Please print the entries below exactly, from the line with "if end >= line.len()" through the line with "let opened = Span::new(start", including both of those lines and leaving out all others.
* * * * * * *
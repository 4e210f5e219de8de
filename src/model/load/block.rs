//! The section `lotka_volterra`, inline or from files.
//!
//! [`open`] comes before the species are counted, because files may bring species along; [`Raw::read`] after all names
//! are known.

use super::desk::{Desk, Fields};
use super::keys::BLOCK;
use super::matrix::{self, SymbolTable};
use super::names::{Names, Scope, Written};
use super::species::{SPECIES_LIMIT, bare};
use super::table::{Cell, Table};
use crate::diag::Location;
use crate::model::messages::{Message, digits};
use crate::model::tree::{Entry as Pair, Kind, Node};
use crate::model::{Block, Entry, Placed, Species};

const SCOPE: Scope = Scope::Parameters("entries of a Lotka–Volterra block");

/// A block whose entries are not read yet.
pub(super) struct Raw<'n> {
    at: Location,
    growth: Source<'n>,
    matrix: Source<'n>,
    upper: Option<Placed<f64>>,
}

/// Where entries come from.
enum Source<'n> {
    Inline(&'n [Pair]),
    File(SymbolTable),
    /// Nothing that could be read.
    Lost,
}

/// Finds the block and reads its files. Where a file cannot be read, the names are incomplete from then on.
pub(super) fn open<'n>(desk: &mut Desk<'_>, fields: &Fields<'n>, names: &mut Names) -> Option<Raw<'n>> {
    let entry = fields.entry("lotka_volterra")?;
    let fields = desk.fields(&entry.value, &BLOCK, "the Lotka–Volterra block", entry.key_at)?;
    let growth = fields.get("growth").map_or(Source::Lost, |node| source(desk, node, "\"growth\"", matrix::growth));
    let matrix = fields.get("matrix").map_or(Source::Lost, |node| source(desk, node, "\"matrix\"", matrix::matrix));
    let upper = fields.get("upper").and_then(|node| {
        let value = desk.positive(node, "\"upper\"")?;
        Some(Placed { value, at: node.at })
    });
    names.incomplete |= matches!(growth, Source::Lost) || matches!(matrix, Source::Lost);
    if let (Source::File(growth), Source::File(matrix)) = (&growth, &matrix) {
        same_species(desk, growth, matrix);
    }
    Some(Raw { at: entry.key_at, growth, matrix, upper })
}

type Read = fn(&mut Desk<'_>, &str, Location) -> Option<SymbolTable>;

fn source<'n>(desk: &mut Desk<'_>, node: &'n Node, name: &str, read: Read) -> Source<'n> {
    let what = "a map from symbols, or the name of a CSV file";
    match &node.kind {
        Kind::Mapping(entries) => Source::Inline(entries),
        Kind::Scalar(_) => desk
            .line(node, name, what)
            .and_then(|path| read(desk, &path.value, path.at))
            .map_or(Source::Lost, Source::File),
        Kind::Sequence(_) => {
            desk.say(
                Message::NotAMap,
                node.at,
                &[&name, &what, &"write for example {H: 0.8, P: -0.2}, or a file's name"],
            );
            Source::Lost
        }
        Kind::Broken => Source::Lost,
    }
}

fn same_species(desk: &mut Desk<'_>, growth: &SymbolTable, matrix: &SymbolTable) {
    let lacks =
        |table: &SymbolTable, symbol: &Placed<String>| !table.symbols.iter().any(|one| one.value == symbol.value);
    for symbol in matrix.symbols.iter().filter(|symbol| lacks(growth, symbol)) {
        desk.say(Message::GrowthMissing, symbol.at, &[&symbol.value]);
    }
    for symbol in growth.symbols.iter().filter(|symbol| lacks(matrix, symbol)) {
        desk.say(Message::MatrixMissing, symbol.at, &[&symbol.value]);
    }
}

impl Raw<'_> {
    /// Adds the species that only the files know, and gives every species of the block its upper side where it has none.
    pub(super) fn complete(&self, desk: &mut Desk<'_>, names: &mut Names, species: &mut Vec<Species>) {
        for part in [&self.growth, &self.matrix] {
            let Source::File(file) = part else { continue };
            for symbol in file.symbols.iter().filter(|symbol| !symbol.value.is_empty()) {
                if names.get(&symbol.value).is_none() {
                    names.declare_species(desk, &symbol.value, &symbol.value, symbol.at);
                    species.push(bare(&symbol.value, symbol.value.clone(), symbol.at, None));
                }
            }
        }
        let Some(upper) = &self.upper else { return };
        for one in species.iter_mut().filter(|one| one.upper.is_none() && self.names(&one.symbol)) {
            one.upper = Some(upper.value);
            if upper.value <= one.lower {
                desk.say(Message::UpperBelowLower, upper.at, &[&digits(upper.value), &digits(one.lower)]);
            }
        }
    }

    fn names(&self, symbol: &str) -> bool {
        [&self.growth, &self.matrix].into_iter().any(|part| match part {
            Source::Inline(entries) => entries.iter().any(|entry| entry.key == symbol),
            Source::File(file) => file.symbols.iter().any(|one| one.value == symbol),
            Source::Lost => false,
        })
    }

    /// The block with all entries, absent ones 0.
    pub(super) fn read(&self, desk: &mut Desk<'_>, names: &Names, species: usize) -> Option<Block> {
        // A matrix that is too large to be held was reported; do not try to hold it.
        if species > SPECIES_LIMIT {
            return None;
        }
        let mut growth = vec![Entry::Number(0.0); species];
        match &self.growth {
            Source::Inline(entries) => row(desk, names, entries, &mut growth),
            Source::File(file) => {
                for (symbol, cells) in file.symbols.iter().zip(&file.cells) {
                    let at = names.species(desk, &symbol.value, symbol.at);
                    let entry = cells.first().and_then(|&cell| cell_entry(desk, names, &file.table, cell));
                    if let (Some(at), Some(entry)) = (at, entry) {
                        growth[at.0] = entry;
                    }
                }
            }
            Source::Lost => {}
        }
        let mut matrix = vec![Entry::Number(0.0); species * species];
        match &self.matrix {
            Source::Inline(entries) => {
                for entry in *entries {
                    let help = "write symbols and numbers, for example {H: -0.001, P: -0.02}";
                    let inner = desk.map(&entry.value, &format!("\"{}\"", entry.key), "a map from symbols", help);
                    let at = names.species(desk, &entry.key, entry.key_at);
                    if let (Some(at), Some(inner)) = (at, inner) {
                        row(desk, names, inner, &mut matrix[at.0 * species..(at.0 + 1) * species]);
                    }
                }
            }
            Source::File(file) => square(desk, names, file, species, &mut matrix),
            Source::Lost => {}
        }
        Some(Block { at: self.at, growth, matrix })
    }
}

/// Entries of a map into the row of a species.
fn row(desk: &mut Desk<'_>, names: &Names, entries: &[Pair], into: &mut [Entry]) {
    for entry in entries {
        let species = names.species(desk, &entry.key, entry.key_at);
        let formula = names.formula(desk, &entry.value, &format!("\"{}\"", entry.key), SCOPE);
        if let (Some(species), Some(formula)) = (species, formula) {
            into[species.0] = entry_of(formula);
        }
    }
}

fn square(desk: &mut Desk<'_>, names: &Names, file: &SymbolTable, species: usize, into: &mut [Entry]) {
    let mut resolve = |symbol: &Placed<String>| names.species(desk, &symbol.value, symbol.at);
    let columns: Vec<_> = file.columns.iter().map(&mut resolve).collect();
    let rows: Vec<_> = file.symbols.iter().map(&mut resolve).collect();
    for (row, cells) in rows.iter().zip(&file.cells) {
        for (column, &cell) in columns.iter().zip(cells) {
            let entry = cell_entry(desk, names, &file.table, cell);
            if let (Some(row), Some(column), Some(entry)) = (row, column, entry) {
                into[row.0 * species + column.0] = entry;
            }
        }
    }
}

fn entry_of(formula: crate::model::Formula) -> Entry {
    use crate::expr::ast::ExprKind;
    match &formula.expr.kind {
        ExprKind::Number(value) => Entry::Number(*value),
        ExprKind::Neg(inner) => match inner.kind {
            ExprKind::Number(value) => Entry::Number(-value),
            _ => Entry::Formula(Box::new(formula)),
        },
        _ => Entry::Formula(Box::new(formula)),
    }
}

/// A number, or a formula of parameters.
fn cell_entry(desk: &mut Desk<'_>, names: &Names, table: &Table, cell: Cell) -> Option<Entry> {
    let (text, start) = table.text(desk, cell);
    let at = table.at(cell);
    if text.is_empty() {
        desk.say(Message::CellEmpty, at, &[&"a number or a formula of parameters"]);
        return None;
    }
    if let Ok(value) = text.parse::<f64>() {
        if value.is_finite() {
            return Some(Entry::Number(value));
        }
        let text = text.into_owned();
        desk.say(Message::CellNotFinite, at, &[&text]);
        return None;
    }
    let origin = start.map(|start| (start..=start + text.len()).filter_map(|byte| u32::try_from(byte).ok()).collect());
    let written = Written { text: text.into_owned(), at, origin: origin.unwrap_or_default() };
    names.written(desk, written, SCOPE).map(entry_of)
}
* * * * * * *
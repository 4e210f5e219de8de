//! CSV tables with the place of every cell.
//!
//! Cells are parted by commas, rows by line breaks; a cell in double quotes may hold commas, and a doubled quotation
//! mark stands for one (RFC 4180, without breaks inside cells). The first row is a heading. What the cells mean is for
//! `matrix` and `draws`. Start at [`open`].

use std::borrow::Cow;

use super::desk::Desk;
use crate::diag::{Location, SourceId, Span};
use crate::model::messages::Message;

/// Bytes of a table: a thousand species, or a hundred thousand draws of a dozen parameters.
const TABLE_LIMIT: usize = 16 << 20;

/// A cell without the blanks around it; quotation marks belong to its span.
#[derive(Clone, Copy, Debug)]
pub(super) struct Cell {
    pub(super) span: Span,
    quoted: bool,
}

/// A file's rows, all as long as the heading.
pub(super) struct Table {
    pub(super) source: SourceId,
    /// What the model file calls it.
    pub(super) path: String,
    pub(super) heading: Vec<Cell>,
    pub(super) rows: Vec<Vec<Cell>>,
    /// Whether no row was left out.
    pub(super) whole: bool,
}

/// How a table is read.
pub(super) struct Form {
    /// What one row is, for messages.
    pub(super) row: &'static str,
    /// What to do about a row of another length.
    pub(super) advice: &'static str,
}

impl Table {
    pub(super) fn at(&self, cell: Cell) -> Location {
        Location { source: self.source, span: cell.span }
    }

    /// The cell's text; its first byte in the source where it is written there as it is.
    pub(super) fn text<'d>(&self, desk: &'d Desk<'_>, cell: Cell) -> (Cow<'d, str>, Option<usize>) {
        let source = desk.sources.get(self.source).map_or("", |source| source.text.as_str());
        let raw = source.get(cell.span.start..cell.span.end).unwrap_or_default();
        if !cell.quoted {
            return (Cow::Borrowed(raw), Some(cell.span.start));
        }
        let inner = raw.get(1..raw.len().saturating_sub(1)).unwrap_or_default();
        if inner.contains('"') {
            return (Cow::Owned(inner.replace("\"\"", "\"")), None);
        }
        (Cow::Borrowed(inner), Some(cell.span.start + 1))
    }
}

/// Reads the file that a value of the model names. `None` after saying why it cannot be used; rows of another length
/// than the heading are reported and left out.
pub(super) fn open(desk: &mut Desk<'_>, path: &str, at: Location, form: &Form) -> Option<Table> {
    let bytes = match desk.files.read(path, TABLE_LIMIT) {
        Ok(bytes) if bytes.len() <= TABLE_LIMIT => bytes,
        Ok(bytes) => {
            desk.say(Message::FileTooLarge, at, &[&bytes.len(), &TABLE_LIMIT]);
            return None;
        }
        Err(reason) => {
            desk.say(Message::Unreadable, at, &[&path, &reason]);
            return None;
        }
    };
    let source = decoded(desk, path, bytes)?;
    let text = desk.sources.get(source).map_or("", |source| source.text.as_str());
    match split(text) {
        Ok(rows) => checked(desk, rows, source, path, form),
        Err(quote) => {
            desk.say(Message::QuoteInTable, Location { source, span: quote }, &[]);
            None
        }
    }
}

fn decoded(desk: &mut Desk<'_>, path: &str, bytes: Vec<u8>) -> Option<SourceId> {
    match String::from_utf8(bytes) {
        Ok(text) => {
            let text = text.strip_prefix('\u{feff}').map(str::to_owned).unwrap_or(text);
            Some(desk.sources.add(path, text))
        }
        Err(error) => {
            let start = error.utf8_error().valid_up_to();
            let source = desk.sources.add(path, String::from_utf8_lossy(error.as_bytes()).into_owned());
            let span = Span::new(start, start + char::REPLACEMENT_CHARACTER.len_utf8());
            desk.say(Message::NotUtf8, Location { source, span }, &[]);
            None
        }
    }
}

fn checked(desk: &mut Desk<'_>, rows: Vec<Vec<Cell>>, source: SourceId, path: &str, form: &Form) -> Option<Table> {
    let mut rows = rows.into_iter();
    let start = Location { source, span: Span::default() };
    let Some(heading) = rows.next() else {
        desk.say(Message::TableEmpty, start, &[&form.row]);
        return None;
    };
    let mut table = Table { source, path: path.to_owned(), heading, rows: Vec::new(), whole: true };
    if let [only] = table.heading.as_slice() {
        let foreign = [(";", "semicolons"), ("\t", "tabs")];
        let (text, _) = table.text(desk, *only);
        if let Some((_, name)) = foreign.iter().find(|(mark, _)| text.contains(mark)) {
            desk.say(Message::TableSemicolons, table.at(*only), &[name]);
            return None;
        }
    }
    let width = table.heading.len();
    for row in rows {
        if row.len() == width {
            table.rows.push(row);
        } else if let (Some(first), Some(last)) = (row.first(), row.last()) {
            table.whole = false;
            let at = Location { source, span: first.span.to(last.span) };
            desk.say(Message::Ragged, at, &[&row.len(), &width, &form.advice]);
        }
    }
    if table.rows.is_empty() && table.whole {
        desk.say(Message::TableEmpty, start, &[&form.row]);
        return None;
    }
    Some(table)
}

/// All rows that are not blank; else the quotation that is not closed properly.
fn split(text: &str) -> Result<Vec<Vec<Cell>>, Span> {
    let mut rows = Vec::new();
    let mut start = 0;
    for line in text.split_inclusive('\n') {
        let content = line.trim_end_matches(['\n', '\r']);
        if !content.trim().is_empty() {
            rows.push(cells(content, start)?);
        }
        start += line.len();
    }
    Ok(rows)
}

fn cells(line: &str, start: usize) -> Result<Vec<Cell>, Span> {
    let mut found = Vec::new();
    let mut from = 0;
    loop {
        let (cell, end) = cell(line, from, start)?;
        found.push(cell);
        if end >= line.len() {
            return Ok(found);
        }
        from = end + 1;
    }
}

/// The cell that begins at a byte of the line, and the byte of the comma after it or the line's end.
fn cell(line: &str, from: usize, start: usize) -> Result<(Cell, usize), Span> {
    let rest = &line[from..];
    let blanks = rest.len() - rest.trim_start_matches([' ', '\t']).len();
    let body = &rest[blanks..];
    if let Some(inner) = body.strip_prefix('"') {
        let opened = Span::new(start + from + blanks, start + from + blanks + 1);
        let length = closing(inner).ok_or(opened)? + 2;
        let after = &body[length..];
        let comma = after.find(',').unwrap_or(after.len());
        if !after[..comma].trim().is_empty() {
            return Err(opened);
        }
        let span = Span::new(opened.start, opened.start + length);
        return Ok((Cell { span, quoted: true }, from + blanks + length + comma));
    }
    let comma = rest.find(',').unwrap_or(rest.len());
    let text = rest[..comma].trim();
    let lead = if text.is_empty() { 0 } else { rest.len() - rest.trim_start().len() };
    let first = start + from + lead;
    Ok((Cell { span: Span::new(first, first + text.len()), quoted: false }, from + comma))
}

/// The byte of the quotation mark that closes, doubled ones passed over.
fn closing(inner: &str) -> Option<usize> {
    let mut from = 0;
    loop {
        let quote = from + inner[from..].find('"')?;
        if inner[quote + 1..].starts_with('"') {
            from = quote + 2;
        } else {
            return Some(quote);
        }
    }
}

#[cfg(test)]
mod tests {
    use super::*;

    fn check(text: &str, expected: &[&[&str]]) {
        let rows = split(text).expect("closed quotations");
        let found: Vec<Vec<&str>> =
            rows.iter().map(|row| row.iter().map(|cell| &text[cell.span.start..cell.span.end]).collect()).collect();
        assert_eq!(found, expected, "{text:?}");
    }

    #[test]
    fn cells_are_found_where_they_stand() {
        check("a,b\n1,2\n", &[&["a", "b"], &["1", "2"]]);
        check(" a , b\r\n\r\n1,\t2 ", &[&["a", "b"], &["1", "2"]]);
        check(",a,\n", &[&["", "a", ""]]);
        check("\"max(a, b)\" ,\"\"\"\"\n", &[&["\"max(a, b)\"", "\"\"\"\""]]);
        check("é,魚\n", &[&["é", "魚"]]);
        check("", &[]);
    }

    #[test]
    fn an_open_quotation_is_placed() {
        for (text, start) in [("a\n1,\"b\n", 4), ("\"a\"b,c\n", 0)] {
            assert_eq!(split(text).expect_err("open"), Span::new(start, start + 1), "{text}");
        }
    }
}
* * * * * * *
◆ **Task result**
        if end >= line.len() {
            return Ok(found);
        }
        from = end + 1;
    }
}

/// The cell that begins at a byte of the line, and the byte of the comma after it or the line's end.
fn cell(line: &str, from: usize, start: usize) -> Result<(Cell, usize), Span> {
    let rest = &line[from..];
    let blanks = rest.len() - rest.trim_start_matches([' ', '\t']).len();
    let body = &rest[blanks..];
    if let Some(inner) = body.strip_prefix('"') {
        let opened = Span::new(start + from + blanks, start + from + blanks + 1);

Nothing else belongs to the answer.